La inclusión de elementos químicos de mortíferos efectos y la devastadora maquinaria de los tanques en la I Guerra Mundial marcó un antes y un después en la industria bélica universal. Fue hace ahora un siglo cuando soldados de uno y otro bando se vieron envueltos en nuevos sistemas de ataque de efectos nunca conocidos hasta entonces. Si aquellos monstruos de acero libraban trincheras y fosos con una simplicidad aplastante, el gas mostaza especialmente se convirtió en un azote por su eficacia letal con espantosa agonía. Había nacido un nuevo concepto de guerra.
Preciado hierro vasco A pesar de que una canción popular bilbaina asegure que “un inglés vino a Bilbao a ver la ría y el mar”, siempre me he preguntado cómo es posible que hiciera este viaje cuando en Inglaterra tenía todo tipo de rías y, por tratarse de isla, está rodeada de mar. La tonada, nacida a finales del siglo XIX, es coincidente en el tiempo con el auge y esplendor de la siderurgia vizcaina por lo que mucho me temo que el individuo en cuestión viniera por otro motivo mucho más lucrativo: Comerciar con mineral de hierro, algo que su país buscaba con auténtica necesidad.
El estallido de la Primera Guerra Mundial tuvo lugar en 1914, pero se venía gestando desde muchos años atrás. Los gobiernos de las naciones preponderantes, Francia, Reino Unido, Alemania y Rusia, estaban picados entre sí y se habían metido en una carrera armamentística de colosales dimensiones cuyo triunfo en meta sólo podía saldarse en una guerra.

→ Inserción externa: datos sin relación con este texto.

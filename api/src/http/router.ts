import type {} from 'passport';
import { Router, type RequestHandler } from 'express';
import type * as z from 'zod';
import { AppError } from '@shared/errors';
import { has, type Actor } from './actor';
import { inputError } from './problem';
import type { AnyRoute } from './route';

/** Mounts declared routes. `checkAnswers` parses every answer with its schema too (tests): a wrong one is a 500. */
export function createRouter(routes: readonly AnyRoute[], options: { checkAnswers: boolean }): Router {
  const router = Router();
  for (const spec of routes) router[spec.method](spec.path, handle(spec, options.checkAnswers));
  return router;
}

function handle(spec: AnyRoute, checkAnswers: boolean): RequestHandler {
  return async (req, res) => {
    const actor = authorize(spec, (req.user as Actor | undefined) ?? null);
    // An id that cannot exist is simply not found, as one that does not.
    const params = spec.params?.safeParse(req.params);
    if (params && !params.success) throw new AppError('not-found', 'Nothing is found under that address.');
    const query = parse(spec.query, req.query, 'query');
    const body = parse(spec.body, req.body as unknown, '');
    const ifMatch = readIfMatch(req.get('if-match'));
    const answer: unknown = await spec.handler({
      actor,
      params: params?.data,
      query,
      body,
      ifMatch,
      req,
      res,
    } as never);
    if (spec.raw) return;
    if (spec.textType) {
      res
        .status(spec.status ?? 200)
        .type(`${spec.textType}; charset=utf-8`)
        .send(answer);
      return;
    }
    if (spec.response === null) {
      res.status(spec.status ?? 204).end();
      return;
    }
    const sent = checkAnswers ? spec.response.parse(answer) : answer;
    const version = (sent as { version?: unknown } | null)?.version;
    if (typeof version === 'number') res.set('ETag', `"${version}"`);
    res.status(spec.status ?? 200).json(sent);
  };
}

/** The authorization rule of every route, in one place: 401 without a session, 403 with the wrong role. */
function authorize(spec: AnyRoute, actor: Actor | null): Actor | null {
  if (spec.allow === 'anyone') return actor;
  if (!actor) throw new AppError('not-signed-in', 'Sign in to go on.');
  if (spec.allow !== 'signed-in' && !has(actor, ...spec.allow))
    throw new AppError('forbidden', `This is for: ${spec.allow.join(', ')}.`);
  return actor;
}

function parse(schema: z.ZodType | undefined, value: unknown, prefix: string): unknown {
  if (!schema) return undefined;
  const result = schema.safeParse(value);
  if (!result.success) throw inputError(result.error, prefix);
  return result.data;
}

/** `"7"` → 7, absent → null. Anything else can match no version: 412. */
function readIfMatch(header: string | undefined): number | null {
  if (header === undefined || header === '*') return null;
  const match = /^(?:W\/)?"(\d+)"$/.exec(header.trim());
  if (!match) throw new AppError('stale', 'The If-Match header names no version of this.');
  return Number(match[1]);
}

/** Throws 412 when the caller worked on another version than the present one; `current` goes into the answer. */
export function checkVersion(ifMatch: number | null, version: number, current?: unknown): void {
  if (ifMatch !== null && ifMatch !== version)
    throw new AppError(
      'stale',
      'Somebody changed this while you had it open. Look at the present state and try again.',
      [],
      { current },
    );
}
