/**
 * The files that a person has put into the program's hands, and what each held when it was last read or written here.
 *
 * Only these may be written: a page asks for paths, and the choice of a path is the person's (dialog, drop, list, command line).
 */
import { readText, stampOf, type Stamp } from './read';
import { saveText } from './save';

export interface Documents {
  /** Reads a file that the person chose, and takes it into hand. Throws what the file system says. */
  open(path: string): Promise<string>;
  /** Takes a path that the person chose to save under into hand, whatever lies there. */
  take(path: string): void;
  /** Writes a file in hand, unless somebody else changed it since. Throws RangeError for a path that nobody chose. */
  save(path: string, text: string, options?: { overwriteChanged?: boolean }): Promise<'saved' | 'changed-on-disk'>;
}

export function createDocuments(): Documents {
  /** What each path held; null where it does not matter. */
  const inHand = new Map<string, Stamp | null>();
  return {
    async open(path) {
      const { text, stamp } = await readText(path);
      inHand.set(path, stamp);
      return text;
    },
    take: (path) => void inHand.set(path, null),
    async save(path, text, { overwriteChanged = false } = {}) {
      const known = inHand.get(path);
      if (known === undefined) throw new RangeError(`${path} was not chosen by anybody`);
      if (known !== null && !overwriteChanged) {
        const present = await stampOf(path);
        if (present !== null && present !== known) return 'changed-on-disk';
      }
      inHand.set(path, await saveText(path, text));
      return 'saved';
    },
  };
}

El Reino Unido, que tenía el mayor imperio colonial del mundo, necesitaba hierro para desarrollar su armamento y para su industria en una época de profundo desarrollo. Los principales núcleos de la industria pesada en la Europa de 1850 se localizaron en las cuencas hulleras de Inglaterra y Gales, al sur de Escocia, en la zona belga de Valonia, las regiones alemanas del Ruhr, Sarre y Silesia, y las francesas de Le Creusot y Saint-Étienne. En el Reino Unido se hizo notar de inmediato una creciente urbanización paralela. Se necesitaba hierro y acero para la construcción, pero también para armamento. “Tenemos que estar preparados para cualquier posible evento bélico”, se dijeron los lores ingleses. No andaban desencaminados porque había conflictos por todo el continente y los prusianos, tan dados a la marcialidad, estaban mezclados en muchos de ellos.
El hierro es el cuarto mineral más abundante de la corteza terrestre. De hecho el núcleo de nuestro planeta está formado principalmente por hierro y níquel. Extraerlo es la cuestión. Cuesta el mismo esfuerzo sacar un mineral con un contenido de hierro del 30 ó 40% que uno del 70%. Los ingleses descubrieron que las principales concentraciones de oligisto o hematites roja, el mineral más rico en hierro, se encontraban en Kiruna, en la Laponia sueca, y en los alrededores de Bilbao. Los alemanes se adelantaron en la explotación de la mina escandinava hasta el punto de que en 1915 llegaron a importar de Suecia cuatro millones de toneladas de mineral de hierro. Esta es la razón principal -la proximidad geográfica y la comodidad del transporte fueron otras-, por la que los ingleses compraron nuestro hierro.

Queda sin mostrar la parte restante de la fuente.